MATERIAL FOR THIS TASK Start Marker
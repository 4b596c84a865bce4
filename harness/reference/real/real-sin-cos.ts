import { BigFloat } from '../numbers/big-float';
import { bitLength } from '../numbers/bit-length';
import { FixedTables } from './fixed-tables';

/** Largest count of extra reduction bits tried before giving up on a point absurdly close to a multiple of π/2. */
const MAX_EXTRA = 1 << 15;

/**
 * [sin x, cos x] for finite x, each with relative error below 2^−bits;
 * sin(±0) = ±0 and cos(±0) = 1 exactly.
 *
 * x = q·π/2 + r with |r| ≤ π/4, π taken to F + (integer bits of x) + extra bits;
 * when r comes out with fewer than F significant bits (x near a multiple of π/2,
 * e.g. the double 3.141592653589793 is 1.2e−16 from π) the reduction is redone
 * with more bits, so r is always relatively accurate. Then r = j/64 + d with
 * table values of sin, cos at j/64 and series in d.
 */
export function realSinCos(x: BigFloat, bits: number): [BigFloat, BigFloat] {
  if (x.isZero()) return [x, BigFloat.ONE];
  const F = FixedTables.levelFor(bits);
  const T = FixedTables.at(F);
  let q = 0n;
  let r = x;
  if (x.exponent() >= 0) {
    for (let extra = 32; ; extra *= 2) {
      const G = F + Math.max(0, x.exponent()) + extra;
      const halfPi = FixedTables.pi(G + 1) >> 2n;
      const X = x.toFixed(G);
      q = floorDiv(2n * X + halfPi, 2n * halfPi);
      const R = X - q * halfPi;
      if (extra < MAX_EXTRA && (R === 0n || bitLength(R < 0n ? -R : R) < G - extra + 8)) continue;
      r = BigFloat.fromBigInt(R, -G).truncate(F);
      break;
    }
  }
  const [s, c] = reducedSinCos(r, F, T);
  switch (Number(((q % 4n) + 4n) % 4n)) {
    case 0:
      return [s, c];
    case 1:
      return [c, s.negate()];
    case 2:
      return [s.negate(), c.negate()];
    default:
      return [c.negate(), s];
  }
}

function floorDiv(a: bigint, b: bigint): bigint {
  const q = a / b;
  return q * b > a ? q - 1n : q;
}

function reducedSinCos(r: BigFloat, F: number, T: FixedTables): [BigFloat, BigFloat] {
  const shift = BigInt(F);
  const R = r.toFixed(F);
  const j = Math.round(Number(R >> BigInt(Math.max(0, F - 20))) / 2 ** 14);
  if (j === 0) {
    const W = r.mul(r).toFixed(F);
    const [sinFactor, cosD] = series(W, F, T);
    return [r.mul(BigFloat.fromBigInt(sinFactor, -F)).truncate(F), BigFloat.fromBigInt(cosD, -F)];
  }
  const a = Math.abs(j);
  const D = R - (BigInt(j) << BigInt(F - 6));
  const [sinFactor, cosD] = series((D * D) >> shift, F, T);
  const sinD = (D * sinFactor) >> shift;
  const sj = j < 0 ? -(T.sinTable[a] as bigint) : (T.sinTable[a] as bigint);
  const cj = T.cosTable[a] as bigint;
  const s = (sj * cosD + cj * sinD) >> shift;
  const c = (cj * cosD - sj * sinD) >> shift;
  return [BigFloat.fromBigInt(s, -F), BigFloat.fromBigInt(c, -F)];
}

/** [sin d / d, cos d] in fixed point from W = d² · 2^F, d ≤ 1/128. */
function series(W: bigint, F: number, T: FixedTables): [bigint, bigint] {
  const shift = BigInt(F);
  const n = Math.min(Math.ceil(F / 14) + 2, (T.inverseFactorial.length - 2) >> 1);
  let s = T.inverseFactorial[2 * n + 1] as bigint;
  let c = T.inverseFactorial[2 * n] as bigint;
  for (let i = n - 1; i >= 0; i--) {
    s = (T.inverseFactorial[2 * i + 1] as bigint) - ((W * s) >> shift);
    c = (T.inverseFactorial[2 * i] as bigint) - ((W * c) >> shift);
  }
  return [s, c];
}
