import { decadeText } from './decade-text';
import { formatAxisRange } from './format-axis-range';
import type { PlaneFit, PlaneView } from './fit-plane-view';
import { formatPlaneNumber } from './format-plane-number';
import type { PlanePoint } from './plane-picture';

const pointText = (p: PlanePoint) =>
  p.im === 0
    ? formatPlaneNumber(p.re, 6)
    : `${p.re === 0 ? '' : `${formatPlaneNumber(p.re, 6)} ${p.im < 0 ? '\u2212' : '+'} `}${formatPlaneNumber(p.re === 0 ? p.im : Math.abs(p.im), 6)}i`;

/** What the scale of a fitted picture is, in words, for the shown (possibly zoomed) box. */
export function describePlaneScale(fit: PlaneFit, shown: PlaneView): string {
  const s = fit.scale;
  if (s.kind === 'linear') {
    const [re0, re1] = formatAxisRange(s.mid.re + shown.minRe * s.half, s.mid.re + shown.maxRe * s.half);
    const [im0, im1] = formatAxisRange(s.mid.im + shown.minIm * s.half, s.mid.im + shown.maxIm * s.half);
    return `Re ${re0} … ${re1}, Im ${im0} … ${im1}`;
  }
  const from =
    s.centerIs === 'branch point' ? `the branch point ${pointText(s.center)}` : `${pointText(s.center)} on the cut`;
  const rings = s.rings.map((r) => decadeText(r.exponent)).join(', ');
  return `distance from ${from}, log scale (rings at ${rings}); directions from it are true`;
}
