import { formatPlaneNumber } from './format-plane-number';

/**
 * The two ends of an axis as text with as many significant digits as it takes to tell them
 * apart: a straddle's box around −0.5 of width 2e-3 reads "−0.5012 … −0.4988", not
 * "−0.5 … −0.5". Between 3 and 17 digits (17 tells any two doubles apart).
 */
export function formatAxisRange(min: number, max: number): [string, string] {
  const magnitude = Math.max(Math.abs(min), Math.abs(max));
  // Halves first, so the width of a box from −1e308 to 1e308 does not overflow.
  const width = max / 2 - min / 2;
  const needed = width > 0 && magnitude > 0 ? Math.ceil(Math.log10(magnitude / width)) + 2 : 3;
  for (let digits = Math.min(17, Math.max(3, needed)); digits <= 17; digits++) {
    const ends: [string, string] = [formatPlaneNumber(min, digits), formatPlaneNumber(max, digits)];
    if (ends[0] !== ends[1] || min === max) return ends;
  }
  return [formatPlaneNumber(min, 17), formatPlaneNumber(max, 17)];
}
MATERIAL FOR THIS TASK End Marker
WHAT TO WORK ON → From the first line of the records above down to the line containing "const W = r.mul(r).toFixed(F);", repeat each line exactly as written. Include both of those lines and add nothing.

WRITTEN RESPONSE →
repository 4b596c84a865bce4
filename harness/reference/real/real-sin-cos.ts
import { BigFloat } from '../numbers/big-float';
import { bitLength } from '../numbers/bit-length';
import { FixedTables } from './fixed-tables';

/** Largest count of extra reduction bits tried before giving up on a point absurdly close to a multiple of π/2. */
const MAX_EXTRA = 1 << 15;

/**
 * [sin x, cos x] for finite x, each with relative error below 2^−bits;
 * sin(±0) = ±0 and cos(±0) = 1 exactly.
 *
 * x = q·π/2 + r with |r| ≤ π/4, π taken to F + (integer bits of x) + extra bits;
 * when r comes out with fewer than F significant bits (x near a multiple of π/2,
 * e.g. the double 3.141592653589793 is 1.2e−16 from π) the reduction is redone
 * with more bits, so r is always relatively accurate. Then r = j/64 + d with
 * table values of sin, cos at j/64 and series in d.
 */
export function realSinCos(x: BigFloat, bits: number): [BigFloat, BigFloat] {
  if (x.isZero()) return [x, BigFloat.ONE];
  const F = FixedTables.levelFor(bits);
  const T = FixedTables.at(F);
  let q = 0n;
  let r = x;
  if (x.exponent() >= 0) {
    for (let extra = 32; ; extra *= 2) {
      const G = F + Math.max(0, x.exponent()) + extra;
      const halfPi = FixedTables.pi(G + 1) >> 2n;
      const X = x.toFixed(G);
      q = floorDiv(2n * X + halfPi, 2n * halfPi);
      const R = X - q * halfPi;
      if (extra < MAX_EXTRA && (R === 0n || bitLength(R < 0n ? -R : R) < G - extra + 8)) continue;
      r = BigFloat.fromBigInt(R, -G).truncate(F);
      break;
    }
  }
  const [s, c] = reducedSinCos(r, F, T);
  switch (Number(((q % 4n) + 4n) % 4n)) {
    case 0:
      return [s, c];
    case 1:
      return [c, s.negate()];
    case 2:
      return [s.negate(), c.negate()];
    default:
      return [c.negate(), s];
  }
}

function floorDiv(a: bigint, b: bigint): bigint {
  const q = a / b;
  return q * b > a ? q - 1n : q;
}

function reducedSinCos(r: BigFloat, F: number, T: FixedTables): [BigFloat, BigFloat] {
  const shift = BigInt(F);
  const R = r.toFixed(F);
  const j = Math.round(Number(R >> BigInt(Math.max(0, F - 20))) / 2 ** 14);
  if (j === 0) {
    const W = r.mul(r).toFixed(F);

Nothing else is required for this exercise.